Give back a single number: the count of lines in the data that contain the string "ReplayPanel".
Study material START
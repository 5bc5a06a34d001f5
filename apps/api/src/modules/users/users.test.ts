import request from "supertest";
import { afterAll, beforeAll, describe, expect, it } from "vitest";
import { signIn, type SignedInAgent } from "../../test-support/sign-in.js";
import { createTestContext, demoUser, TEST_ORIGIN, type TestContext } from "../../test-support/test-context.js";

let t: TestContext;
let admin: SignedInAgent;
let analyst: SignedInAgent;
beforeAll(async () => {
  t = await createTestContext();
  admin = await signIn(t.app, "admin");
  analyst = await signIn(t.app, "analyst");
});
afterAll(async () => {
  await t.close();
});

describe("GET /api/users", () => {
  it("lists every user for an admin", async () => {
    const res = await admin.get("/api/users");
    expect(res.status).toBe(200);
    expect(res.body.map((u: { email: string }) => u.email)).toEqual(expect.arrayContaining([demoUser("analyst").email, demoUser("manager2").email]));
    expect(res.body[0]).toEqual({ id: expect.any(String), email: expect.any(String), name: expect.any(String), role: expect.any(String), createdAt: expect.any(String), deactivated: false });
  });

  it("answers 401 without a session", async () => {
    const res = await request(t.app).get("/api/users");
    expect(res.status).toBe(401);
    expect(res.body.error.code).toBe("unauthenticated");
  });

  it("answers 403 naming the permission for a role without users:manage", async () => {
    const res = await analyst.get("/api/users");
    expect(res.status).toBe(403);
    expect(res.body.error.message).toContain("users:manage");
  });
});

describe("POST /api/users (invite)", () => {
  it("creates the user, audits it and mails a password that signs them in (read back through the outbox API)", async () => {
    const res = await admin.post("/api/users").send({ email: "Noor.Castellan@harbourline.example", name: "Noor Castellan", role: "actuary" });
    expect(res.status).toBe(201);
    expect(res.body).toMatchObject({ email: "noor.castellan@harbourline.example", name: "Noor Castellan", role: "actuary" });

    const list = await admin.get("/api/outbox");
    expect(list.status).toBe(200);
    const summary = list.body.find((m: { to: string[] }) => m.to.includes("noor.castellan@harbourline.example"));
    expect(summary).toBeDefined();
    const mail = await admin.get(`/api/outbox/${summary.id}`);
    expect(mail.status).toBe(200);
    const password = /password:\s+(\S+)/.exec(mail.body.text)?.[1];
    expect(password).toBeDefined();

    const signInRes = await request(t.app)
      .post("/api/auth/sign-in/email")
      .set("Origin", TEST_ORIGIN)
      .send({ email: "noor.castellan@harbourline.example", password });
    expect(signInRes.status).toBe(200);

    const audit = await t.ctx.models.AuditEvent.findOne({ where: { action: "user.invited", entityId: res.body.id } });
    expect(audit?.actorId).toBe(t.userIds.admin);
    expect(JSON.stringify(audit?.data)).not.toContain(password!);
  });

  it("answers 400 listing every bad field", async () => {
    const res = await admin.post("/api/users").send({ email: "not-an-email", role: "superuser" });
    expect(res.status).toBe(400);
    expect(res.body.error.details.map((d: { path: string }) => d.path).sort()).toEqual(["email", "name", "role"]);
  });

  it("answers 409 for an email that already has an account", async () => {
    const res = await admin.post("/api/users").send({ email: demoUser("manager").email, name: "Someone", role: "analyst" });
    expect(res.status).toBe(409);
    expect(res.body.error.code).toBe("email_taken");
  });

  it("answers 403 for a non-admin", async () => {
    const res = await analyst.post("/api/users").send({ email: "x@harbourline.example", name: "X", role: "analyst" });
    expect(res.status).toBe(403);
  });
});

describe("better-auth admin endpoints over HTTP", () => {
  it("are closed, so role changes cannot bypass the audited /api/users path", async () => {
    const res = await admin.post("/api/auth/admin/set-role").send({ userId: t.userIds.analyst, role: "manager" });
    expect(res.status).toBe(404);
    expect((await t.ctx.models.User.findByPk(t.userIds.analyst))?.role).toBe("analyst");
  });
});

describe("PATCH /api/users/:id", () => {
  it("changes the role, audits old and new role, and the new permissions apply at once", async () => {
    const actuaryAgent = await signIn(t.app, "actuary");
    expect((await actuaryAgent.get("/api/me")).body.permissions).not.toContain("pathways:write");

    const res = await admin.patch(`/api/users/${t.userIds.actuary}`).send({ role: "analyst" });
    expect(res.status).toBe(200);
    expect(res.body.role).toBe("analyst");

    const audit = await admin.get(`/api/audit?action=user.role-changed&entityId=${t.userIds.actuary}`);
    expect(audit.body.total).toBe(1);
    expect(audit.body.items[0].data).toEqual({ from: "actuary", to: "analyst" });
    expect((await actuaryAgent.get("/api/me")).body.permissions).toContain("pathways:write");
  });

  it("refuses an admin removing their own admin role (403) and leaves it unchanged", async () => {
    const res = await admin.patch(`/api/users/${t.userIds.admin}`).send({ role: "manager" });
    expect(res.status).toBe(403);
    expect(res.body.error.code).toBe("self_demotion");
    expect((await t.ctx.models.User.findByPk(t.userIds.admin))?.role).toBe("admin");
  });

  it("answers 404 for an unknown user", async () => {
    const res = await admin.patch("/api/users/no-such-user").send({ role: "analyst" });
    expect(res.status).toBe(404);
    expect(res.body.error.code).toBe("not_found");
  });

  it("answers 400 for an unknown role and 401 without a session", async () => {
    expect((await admin.patch(`/api/users/${t.userIds.manager}`).send({ role: "owner" })).status).toBe(400);
    expect((await request(t.app).patch(`/api/users/${t.userIds.manager}`).send({ role: "analyst" })).status).toBe(401);
  });

  it("refuses a cookie-authenticated write from an untrusted origin", async () => {
    const res = await admin.patch(`/api/users/${t.userIds.manager}`).set("Origin", "https://attacker.example").send({ role: "analyst" });
    expect(res.status).toBe(403);
    expect(res.body.error.code).toBe("untrusted_origin");
  });
});

describe("invited user's one-time password", () => {
  it("opens only /api/me until the user picks their own password; the change is audited", async () => {
    const invited = await admin.post("/api/users").send({ email: "lior.vantongeren@harbourline.example", name: "Lior Vantongeren", role: "manager" });
    expect(invited.status).toBe(201);
    const list = await admin.get("/api/outbox");
    const summary = list.body.find((m: { to: string[] }) => m.to.includes("lior.vantongeren@harbourline.example"));
    const mail = await admin.get(`/api/outbox/${summary.id}`);
    const mailed = /password:\s+(\S+)/.exec(mail.body.text)![1]!;

    const agent = request.agent(t.app);
    agent.set("Origin", TEST_ORIGIN);
    expect((await agent.post("/api/auth/sign-in/email").send({ email: "lior.vantongeren@harbourline.example", password: mailed })).status).toBe(200);
    const me = await agent.get("/api/me");
    expect(me.status).toBe(200);
    expect(me.body.mustChangePassword).toBe(true);
    const blocked = await agent.get("/api/audit");
    expect(blocked.status).toBe(403);
    expect(blocked.body.error.code).toBe("password_change_required");

    const changed = await agent.post("/api/auth/change-password").send({ currentPassword: mailed, newPassword: "lior-own-password-2" });
    expect(changed.status).toBe(200);
    expect((await agent.get("/api/me")).body.mustChangePassword).toBe(false);
    expect((await agent.get("/api/audit")).status).toBe(200);
    const audit = await t.ctx.models.AuditEvent.findOne({ where: { action: "user.password-changed", entityId: invited.body.id } });
    expect(audit).not.toBeNull();

    // The mailed password no longer signs in.
    const reuse = await request(t.app).post("/api/auth/sign-in/email").set("Origin", TEST_ORIGIN).send({ email: "lior.vantongeren@harbourline.example", password: mailed });
    expect(reuse.status).toBe(401);
  });
});
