import { useParams } from "react-router-dom";
import { useQueryClient } from "@tanstack/react-query";
import { paths } from "@/config/paths";
import { useMe } from "@/features/auth/api/get-me";
import { exportsRootKey } from "@/features/exports/api/get-exports";
import { useModelVersion } from "@/features/model-versions/api/get-model-version";
import { useRun } from "@/features/runs/api/get-run";
import { RunLoadError } from "@/features/runs/components/run-load-error";
import { versionStateWhenRunMade } from "@/features/runs/lib/version-status-at-run";
import { useRunResult } from "@/features/runs/api/get-run-result";
import { CancelRunAction } from "@/features/runs/components/cancel-run-action";
import { ExportPanel } from "@/features/runs/components/export-panel";
import { ReplayPanel } from "@/features/runs/components/replay-panel";
import { RunStatementsPanel } from "@/features/runs/components/run-statements-panel";
import { ResultView } from "@/features/runs/components/result-view";
import { RunManifest } from "@/features/runs/components/run-manifest";
import { RunProgress } from "@/features/runs/components/run-progress";
import { RunPerilSection } from "@/features/peril/components/run-peril-section";
import { ChartSourceProvider, runSourceLine } from "@/components/charts/chart-source";
import { ApprovedSeal, ExploratoryStamp, StatusBadge } from "@/components/ui/badges";
import { ButtonLink } from "@/components/ui/button";
import { Card, CardBody, CardHeader } from "@/components/ui/card";
import { PageHeader } from "@/components/ui/page-header";
import { ErrorState, LoadingState } from "@/components/ui/states";

export default function RunPage() {
  const { runId = "" } = useParams();
  const me = useMe();
  const run = useRun(runId);
  const succeeded = run.data?.status === "succeeded";
  const result = useRunResult(runId, succeeded);
  const queryClient = useQueryClient();
  // Only an exploratory run's banner needs the version (its submission and decision times).
  const version = useModelVersion(run.data?.exploratory ? run.data.modelVersion.id : undefined);
  const can = (p: string) => me.data?.permissions.includes(p) ?? false;

  if (run.isPending) return <LoadingState label="Loading run…" />;
  if (run.isError) return <RunLoadError error={run.error} retry={() => void run.refetch()} />;
  const r = run.data;
  const active = r.status === "queued" || r.status === "running";

  // Every chart downloaded from this page names the run, its model version and result hash.
  const chartSource = {
    lines: [runSourceLine(r, r.manifest.resultHash ?? "not recorded", r.exploratory), `Engine ${r.manifest.engineVersion ?? "version not recorded"} · ${r.members.toLocaleString("en-GB")} members · seed ${r.seed}`],
    fileLabel: r.name || r.id.slice(0, 8),
  };

  return (
    <ChartSourceProvider source={chartSource}>
      <PageHeader
        kicker={
          <span className="flex items-center gap-2">
            Run{" "}
            {/* The seal belongs to an approved run's result: a run that did not finish has none, only its state. */}
            {r.exploratory ? <ExploratoryStamp size="sm" /> : succeeded ? <ApprovedSeal size="sm" /> : <StatusBadge status={r.cancelRequested && active ? "cancelling…" : r.status} />}
          </span>
        }
        title={r.name || `Run ${r.id.slice(0, 8)}`}
        description={
          r.exploratory
            ? "Made with a model version that was not approved when the run was made: exploratory, not for filing."
            : succeeded
              ? "Made with an approved model version."
              : `Uses an approved model version; this run is ${r.status === "cancelled" ? "cancelled and has no result" : r.status === "failed" ? "failed and has no result" : "not finished"}.`
        }
        actions={
          <>
            <ButtonLink to={paths.runCompare.build(r.id)} variant="secondary">
              Compare…
            </ButtonLink>
            {active && can("runs:create") && r.createdBy === me.data?.user.id && <CancelRunAction run={r} />}
          </>
        }
      />
      {r.exploratory && (
        <div className="stamp-exploratory mb-6 rounded-md px-4 py-2 text-sm font-medium">
          EXPLORATORY — model version “{r.modelVersion.name} v{r.modelVersion.versionNumber}” was {versionStateWhenRunMade(version.data, r.createdAt)} when this run was made. Do not use for filings.
        </div>
      )}
      {!succeeded && (
        <Card className="mb-6">
          <CardBody className="max-w-md">
            <RunProgress run={r} />
            {active && <p className="mt-2 text-sm text-muted">The page updates on its own while the ensemble runs.</p>}
            {r.status === "cancelled" && <p className="mt-2 text-sm text-muted">This run was cancelled before it finished.</p>}
          </CardBody>
        </Card>
      )}
      {succeeded &&
        (result.isPending ? (
          <LoadingState label="Loading result…" />
        ) : result.isError ? (
          <ErrorState error={result.error} retry={() => result.refetch()} />
        ) : (
          <ResultView run={r} result={result.data} />
        ))}
      {succeeded && result.data && <RunPerilSection run={r} result={result.data} />}
      <div className="mt-6 grid gap-6 xl:grid-cols-[2fr_1fr]">
        <Card>
          <CardHeader title="Manifest" subtitle="Everything needed to reproduce this run." />
          <CardBody>
            <RunManifest run={r} />
          </CardBody>
        </Card>
        <div className="flex flex-col gap-6">
          {succeeded && (
            <Card>
              <CardHeader title="Export" />
              <CardBody>
                <ExportPanel
                  runId={r.id}
                  exploratory={r.exploratory}
                  canWorkbook={can("exports:create")}
                  hasPerils={r.perilProfileIds.length > 0}
                  onExported={() => queryClient.invalidateQueries({ queryKey: exportsRootKey })}
                />
              </CardBody>
            </Card>
          )}
          {succeeded && (
            <Card>
              <CardHeader title="Reliance and limitations" subtitle="Statements recorded with these results." />
              <CardBody>
                <RunStatementsPanel runId={r.id} canRecord={can("runs:create")} />
              </CardBody>
            </Card>
          )}
          {succeeded && (
            <Card>
              <CardHeader title="Replay" />
              <CardBody>
                <ReplayPanel runId={r.id} canReplay={can("runs:create")} />
              </CardBody>
            </Card>
          )}
        </div>
      </div>
    </ChartSourceProvider>
  );
}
Study material END
Written response
2